Hitchcock himself was well acquainted with true crime, so it’s unsurprising Rope appealed to his morbid sensibilities. He demonstrated his credentials with the genre early on in his career, when he adapted Marie Belloc Lowndes’s Jack the Ripper-inspired novel The Lodger in 1927. Later, Uncle Charlie in Shadow of a Doubt (1948) was based on prolific serial killer Earle Nelson, while Frenzy (1972) was adapted from Arthur La Bern’s novel Goodbye Piccadilly, Farewell Leicester Square (1966), which itself was inspired by the so-called “Jack the Stripper” murders in 1960s London. Perhaps most famously, Hitchcock’s Psycho (1960) was adapted from a short story by Robert Bloch, which echoed the macabre crimes of Ed Gein.

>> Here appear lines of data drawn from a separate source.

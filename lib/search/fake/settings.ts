/** Index settings the fake keeps, with the engine's documented defaults. */
import { badRequest } from './errors';

export interface TypoToleranceSettings {
  enabled: boolean;
  minWordSizeForTypos: { oneTypo: number; twoTypos: number };
  disableOnWords: string[];
  disableOnAttributes: string[];
  disableOnNumbers: boolean;
}

export interface IndexSettings {
  displayedAttributes: string[];
  searchableAttributes: string[];
  filterableAttributes: string[];
  sortableAttributes: string[];
  rankingRules: string[];
  stopWords: string[];
  synonyms: Record<string, string[]>;
  distinctAttribute: string | null;
  typoTolerance: TypoToleranceSettings;
  faceting: { maxValuesPerFacet: number; sortFacetValuesBy: Record<string, 'alpha' | 'count'> };
  pagination: { maxTotalHits: number };
}

export function defaultSettings(): IndexSettings {
  return {
    displayedAttributes: ['*'],
    searchableAttributes: ['*'],
    filterableAttributes: [],
    sortableAttributes: [],
    rankingRules: ['words', 'typo', 'proximity', 'attribute', 'sort', 'exactness'],
    stopWords: [],
    synonyms: {},
    distinctAttribute: null,
    typoTolerance: {
      enabled: true,
      minWordSizeForTypos: { oneTypo: 5, twoTypos: 9 },
      disableOnWords: [],
      disableOnAttributes: [],
      disableOnNumbers: false,
    },
    faceting: { maxValuesPerFacet: 100, sortFacetValuesBy: { '*': 'alpha' } },
    pagination: { maxTotalHits: 1000 },
  };
}

/** Settings routes use kebab-case sub-paths (`/settings/filterable-attributes`). */
export function settingNameFromRoute(route: string): keyof IndexSettings | null {
  const camel = route.replace(/-([a-z])/g, (_, ch: string) => ch.toUpperCase());
  return camel in defaultSettings() ? (camel as keyof IndexSettings) : null;
}

function isStringList(value: unknown): value is string[] {
  return Array.isArray(value) && value.every((item) => typeof item === 'string');
}

const LIST_SETTINGS = new Set<keyof IndexSettings>([
  'displayedAttributes',
  'searchableAttributes',
  'filterableAttributes',
  'sortableAttributes',
  'rankingRules',
  'stopWords',
]);

/** Filterable attributes may also be given in the granular `{ attributePatterns: [...] }` form. */
function filterablePatterns(value: unknown): unknown {
  if (!Array.isArray(value)) return value;
  return value.flatMap((item: unknown) => {
    if (typeof item === 'object' && item !== null && 'attributePatterns' in item) {
      return (item as { attributePatterns: unknown }).attributePatterns;
    }
    return [item];
  });
}

function snakeCase(name: string): string {
  return name.replace(/[A-Z]/g, (ch) => `_${ch.toLowerCase()}`);
}

type FieldCheck = (value: unknown) => boolean;

const isNaturalNumber: FieldCheck = (value) => typeof value === 'number' && Number.isInteger(value) && value >= 0;
const isBoolean: FieldCheck = (value) => typeof value === 'boolean';
const isFacetOrderMap: FieldCheck = (value) =>
  typeof value === 'object' &&
  value !== null &&
  !Array.isArray(value) &&
  Object.values(value).every((order) => order === 'alpha' || order === 'count');

/** The fields each object-valued setting takes; any of them may be null, which resets it to its default. */
const OBJECT_FIELDS: Partial<Record<keyof IndexSettings, Record<string, FieldCheck>>> = {
  typoTolerance: {
    enabled: isBoolean,
    minWordSizeForTypos: (value) => checkObject(value, { oneTypo: isNaturalNumber, twoTypos: isNaturalNumber }),
    disableOnWords: isStringList,
    disableOnAttributes: isStringList,
    disableOnNumbers: isBoolean,
  },
  faceting: { maxValuesPerFacet: isNaturalNumber, sortFacetValuesBy: isFacetOrderMap },
  pagination: { maxTotalHits: isNaturalNumber },
};

function checkObject(value: unknown, fields: Record<string, FieldCheck>): boolean {
  if (typeof value !== 'object' || value === null || Array.isArray(value)) return false;
  return Object.entries(value).every(([key, inner]) => key in fields && (inner === null || fields[key](inner)));
}

function isSynonyms(value: unknown): boolean {
  return (
    typeof value === 'object' && value !== null && !Array.isArray(value) && Object.values(value).every(isStringList)
  );
}

function validateSetting(name: keyof IndexSettings, value: unknown): unknown {
  if (value === null) return defaultSettings()[name];
  const candidate = name === 'filterableAttributes' ? filterablePatterns(value) : value;
  const fields = OBJECT_FIELDS[name];
  const valid = LIST_SETTINGS.has(name)
    ? isStringList(candidate)
    : name === 'distinctAttribute'
      ? typeof candidate === 'string'
      : name === 'synonyms'
        ? isSynonyms(candidate)
        : fields !== undefined && checkObject(candidate, fields);
  if (!valid) {
    throw badRequest(`invalid_settings_${snakeCase(name)}`, `Invalid value type at \`.${name}\``);
  }
  return candidate;
}

/** Checks a settings payload at enqueue time, as the engine does, and returns the validated patch. */
export function validateSettingsPatch(body: unknown): Partial<IndexSettings> {
  if (typeof body !== 'object' || body === null || Array.isArray(body)) {
    throw badRequest('bad_request', 'Invalid value type: expected an object');
  }
  const patch: Record<string, unknown> = {};
  for (const [key, value] of Object.entries(body)) {
    const name = settingNameFromRoute(key) === key ? (key as keyof IndexSettings) : null;
    if (name === null)
      throw badRequest(
        'bad_request',
        `Unknown field \`${key}\`: the fake accepts ${Object.keys(defaultSettings()).join(', ')}`,
      );
    patch[name] = validateSetting(name, value);
  }
  return patch as Partial<IndexSettings>;
}

/** Merges an object-valued setting: given fields replace, null fields go back to their defaults. */
function mergeObject(base: Record<string, unknown>, patch: Record<string, unknown>, defaults: Record<string, unknown>) {
  const next: Record<string, unknown> = { ...base };
  for (const [key, value] of Object.entries(patch)) {
    if (value === null) next[key] = defaults[key];
    else if (key === 'minWordSizeForTypos') {
      next[key] = mergeObject(
        base[key] as Record<string, unknown>,
        value as Record<string, unknown>,
        defaults[key] as Record<string, unknown>,
      );
    } else if (key === 'sortFacetValuesBy') {
      // The map is replaced as a whole; `*` falls back to alphabetical order when it is not given.
      next[key] = { '*': 'alpha', ...(value as object) };
    } else next[key] = value;
  }
  return next;
}

/** Applies a patch; object-valued settings (except synonyms) merge field by field, as the engine's PATCH does. */
export function applySettingsPatch(current: IndexSettings, patch: Partial<IndexSettings>): IndexSettings {
  const next: IndexSettings = { ...current };
  const defaults = defaultSettings();
  for (const [key, value] of Object.entries(patch) as Array<[keyof IndexSettings, unknown]>) {
    const merged =
      OBJECT_FIELDS[key] !== undefined
        ? mergeObject(
            current[key] as unknown as Record<string, unknown>,
            value as Record<string, unknown>,
            defaults[key] as unknown as Record<string, unknown>,
          )
        : value;
    Object.assign(next, { [key]: merged });
  }
  return next;
}
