impl Galerkin {
    /// The plan for the rows of the coarse points at `cells`.
    #[allow(clippy::cast_possible_wrap)]
    fn new(fine: &Level, coarse: &Level, cells: &[usize]) -> Self {
        let fs = fine.stride as isize;
        let mut children = Vec::with_capacity(9);
        for dy in -1..=1i64 {
            for dx in -1..=1i64 {
                let terms = fine
                    .offsets
                    .iter()
                    .enumerate()
                    .map(|(slot, &(ox, oy))| {
                        let (gx, gy) = (dx + ox, dy + oy);
                        let ((px, nx), (py, ny)) = (parents(gx), parents(gy));
                        let mut parents = [square_index((px[0], py[0])); 4];
                        let mut count = 0;
                        for &qy in &py[..ny] {
                            for &qx in &px[..nx] {
                                parents[count] = square_index((qx, qy));
                                count += 1;
                            }
                        }
                        let cell = gy as isize * fs + gx as isize;
                        GalerkinTerm { slot, cell, weight: weight(gx) * weight(gy), parents }
                    })
                    .collect();
                children.push((dy as isize * fs + dx as isize, weight(dx) * weight(dy), terms));
            }
        }
        let bits_at = |c: usize| {
            let (gx, gy) = fine.at(c);
            let ((px, nx), (py, ny)) = (parents(gx), parents(gy));
            let (mut bits, mut j) = (0u8, 0);
            for &qy in &py[..ny] {
                for &qx in &px[..nx] {
                    if coarse.point(qx, qy).is_some() {
                        bits |= 1 << j;
                    }
                    j += 1;
                }
            }
            bits
        };
        let mut bits = vec![0u8; fine.index.len()];
        // A row reads the cells within three of its point's fine cell (a child's neighbours). When
        // those squares cover fewer cells than the level has points (wide holes, whose shared
        // interior needs one row), only they are filled in.
        if cells.len() * 49 < fine.n {
            for &c in cells {
                let (x, y) = coarse.at(c);
                for dy in -3..=3 {
                    for dx in -3..=3 {
                        if let Some(cell) = fine.cell(2 * x + dx, 2 * y + dy)
                            && fine.index[cell] > 0
                        {
                            bits[cell] = bits_at(cell);
                        }
                    }
                }
            }
        } else {
            fine.layout.for_each_mut(&mut bits, |_, s, out| {
                for (k, o) in out.iter_mut().enumerate() {
                    *o = bits_at(s + k);
                }
            });
        }
        Self { children, parents: bits }
    }

    /// Row of `Pᵀ·A·P` at coarse cell `c` on the 5×5 square: `Σ w_f·a_fg·w_g` over the fine
    /// children `f` of the point, their neighbours `g` and the parents of `g` that are points.
    fn row(&self, fine: &Level, coarse: &Level, c: usize) -> [f64; 25] {
        let (x, y) = coarse.at(c);
        let centre = fine.cell(2 * x, 2 * y).expect("a coarse point is a fine point");
        let mut row = [0f64; 25];
        // Cells read are within two of a fine point or parents of one: inside both padded grids.
        for (off, wf, terms) in &self.children {
            let Some(f) = fine.index[centre.wrapping_add_signed(*off)].checked_sub(1) else { continue };
            let a = fine.row_of(f as usize);
            // Without branches: which neighbours are points and which parents are coarse points
            // follows the mask, which (random dropout) the branch predictor cannot.
            for t in terms {
                let bits = usize::from(self.parents[centre.wrapping_add_signed(t.cell)]);
                let v = wf * a[t.slot] * t.weight;
                let [k0, k1, k2, k3] = t.parents;
                row[k0] += v * f64::from(u8::from(bits & 1 != 0));
                row[k1] += v * f64::from(u8::from(bits & 2 != 0));
                row[k2] += v * f64::from(u8::from(bits & 4 != 0));
                row[k3] += v * f64::from(u8::from(bits & 8 != 0));
            }
        }
        row
    }
}

/// Row `(x, y)` of `Pᵀ·A·P` on the 5×5 square: `Σ w_f·a_fg·w_g` over the fine children `f` of
/// the point, their neighbours `g` and the parents of `g` (the definition, point by point; the
/// setup uses [`Galerkin`]).
#[cfg(test)]
fn galerkin_row(fine: &Level, coarse: &Level, x: i64, y: i64) -> [f64; 25] {
    let mut row = [0f64; 25];
    for dy in -1..=1 {
        for dx in -1..=1 {
            let (fx, fy) = (2 * x + dx, 2 * y + dy);
            let Some(f) = fine.point(fx, fy) else { continue };
            let wf = weight(fx) * weight(fy);
            for (&a, &(ox, oy)) in fine.row_of(f).iter().zip(fine.offsets) {
                let (gx, gy) = (fx + ox, fy + oy);
                if a == 0.0 || fine.point(gx, gy).is_none() {
                    continue;
                }
                let wg = wf * a * weight(gx) * weight(gy);
                let ((px, nx), (py, ny)) = (parents(gx), parents(gy));
                for &qy in &py[..ny] {
                    for &qx in &px[..nx] {
                        if coarse.point(qx, qy).is_some() {
                            row[square_index((qx - x, qy - y))] += wg;
                        }
                    }
                }
            }
        }
    }
    row
}
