//! Images as the fill sees them, and as they were stored.
//!
//! A [`Raster`] holds one `f32` plane per channel (every supported sample type — 8/16-bit
//! unsigned, 16-bit signed, 32-bit float — is exact in `f32`), plus what is needed to write it
//! back the way it came: the sample format, the channel layout, the file format and metadata to
//! carry through (ICC profile, GeoTIFF and other TIFF tags, PNG ancillary chunks, the no-data
//! value). This is the only module that touches codecs: PNG through the `png` crate, TIFF through
//! the `tiff` crate, JPEG through the `image` crate.

mod codec;
pub mod nodata;
mod png_io;
mod tiff_io;
mod tiff_tags;

use std::fmt;
use std::fs::File;
use std::io::{BufWriter, Read, Write};
use std::path::{Path, PathBuf};
use std::sync::atomic::{AtomicU64, Ordering};

use thiserror::Error;

use crate::mask::Mask;

/// How each sample is stored in the file.
#[derive(Clone, Copy, Debug, PartialEq, Eq)]
pub enum SampleFormat {
    U8,
    U16,
    I16,
    F32,
}

impl SampleFormat {
    #[must_use]
    pub fn bits(self) -> u32 {
        match self {
            Self::U8 => 8,
            Self::U16 | Self::I16 => 16,
            Self::F32 => 32,
        }
    }

    /// The name used in reports: `uint`, `int` or `float`.
    #[must_use]
    pub fn kind(self) -> &'static str {
        match self {
            Self::U8 | Self::U16 => "uint",
            Self::I16 => "int",
            Self::F32 => "float",
        }
    }

    /// Converts a computed value to what this format stores: integers round to nearest and clamp
    /// to the type's range; floats are kept as computed.
    #[must_use]
    pub fn quantize(self, v: f32) -> f32 {
        let (lo, hi) = match self {
            Self::U8 => (0.0, 255.0),
            Self::U16 => (0.0, 65535.0),
            Self::I16 => (-32768.0, 32767.0),
            Self::F32 => return v,
        };
        if v.is_nan() { lo } else { v.round().clamp(lo, hi) }
    }
}

impl fmt::Display for SampleFormat {
    fn fmt(&self, f: &mut fmt::Formatter<'_>) -> fmt::Result {
        let s = match self {
            Self::U8 => "8-bit unsigned",
            Self::U16 => "16-bit unsigned",
            Self::I16 => "16-bit signed",
            Self::F32 => "32-bit float",
        };
        f.write_str(s)
    }
}

/// Which channels a pixel has.
#[derive(Clone, Copy, Debug, PartialEq, Eq)]
pub enum Layout {
    Gray,
    GrayAlpha,
    Rgb,
    Rgba,
}

impl Layout {
    #[must_use]
    pub fn channels(self) -> usize {
        match self {
            Self::Gray => 1,
            Self::GrayAlpha => 2,
            Self::Rgb => 3,
            Self::Rgba => 4,
        }
    }

    #[must_use]
    pub fn from_channels(n: usize) -> Option<Self> {
        match n {
            1 => Some(Self::Gray),
            2 => Some(Self::GrayAlpha),
            3 => Some(Self::Rgb),
            4 => Some(Self::Rgba),
            _ => None,
        }
    }

    #[must_use]
    pub fn has_alpha(self) -> bool {
        matches!(self, Self::GrayAlpha | Self::Rgba)
    }

    /// Short channel names, for reports.
    #[must_use]
    pub fn channel_names(self) -> &'static [&'static str] {
        match self {
            Self::Gray => &["gray"],
            Self::GrayAlpha => &["gray", "alpha"],
            Self::Rgb => &["red", "green", "blue"],
            Self::Rgba => &["red", "green", "blue", "alpha"],
        }
    }

    #[must_use]
    pub fn name(self) -> &'static str {
        match self {
            Self::Gray => "gray",
            Self::GrayAlpha => "gray+alpha",
            Self::Rgb => "rgb",
            Self::Rgba => "rgba",
        }
    }
}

In other words, a number of Hitchcock’s most celebrated films derived from true crime, albeit several layers removed.

Director and film historian Mark Cousins recently reconsidered Hitchcock’s work for his film about the director, My Name is Alfred Hitchcock (2023). “Rope is the intellectual and moral centre of Hitchcock’s work,” Cousins suggests. “He wasn’t trying to be funny or amuse. Instead of looking askance at murder, in Rope he stared right at it. He didn’t lighten his form.”